Moto news time. Supercross. Detroit, Michigan. Dingo. There you go. Moto news for your ass. Now it’s Dingo Jeopardy time. I don’t have time to write all that shit down, plus it’d be unsafe as I would be driving at some point during Dingo Jeopardy, so you’re just going to have to listen to the replay or OnDemand if you’re interested in it. The NHL playoffs are coming up soon, so it’s NHL News / Quiz time! Joining this segment will be Batman, Bane, and Dingo (not Mandingo), all three notoriously huge hockey fans. Batman is more a fan of the hard bodies than he is of the game, but that’s par for the course, he’s an eccentric billionaire masquerading as a bat.

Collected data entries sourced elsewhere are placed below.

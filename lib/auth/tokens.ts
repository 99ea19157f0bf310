import { createHash, randomBytes } from "node:crypto";

/** A random token for a cookie or an e-mailed link: 160 bits from the OS CSPRNG, base64url. */
export function generateToken(): string {
  return randomBytes(20).toString("base64url");
}

/** What the database stores instead of a token: hex SHA-256, so a leaked table holds no usable token. */
export function hashToken(token: string): string {
  return createHash("sha256").update(token).digest("hex");
}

Anyway, they went through some quiz styles questions and pretty much got every one of them wrong, except for Dingo – but you already know he knows absolutely everything about absolutely everything. Some dude jerked off into some chicks coffee. Yawn. Doesn’t this happen every other week or so? Dingo claims not to be a secret butt fingerer, but Kelly Osbourne’s butt says different, and everyone thinks different. We used to think Will was just an innocent, ordinary, average guy. Turns out he’s a murdering fuck lord – need I say more? Twisted Sister’s drummer died last week, here are tissues if you need them. Ellis loves Doug Benson, no plans on marriage or sex or anything, but you know. And that about does it for today’s show. Good night, and have a pleasant tomorrow, and tell your mom to stop calling us – she’s not part of our stable of whores anymore. OH!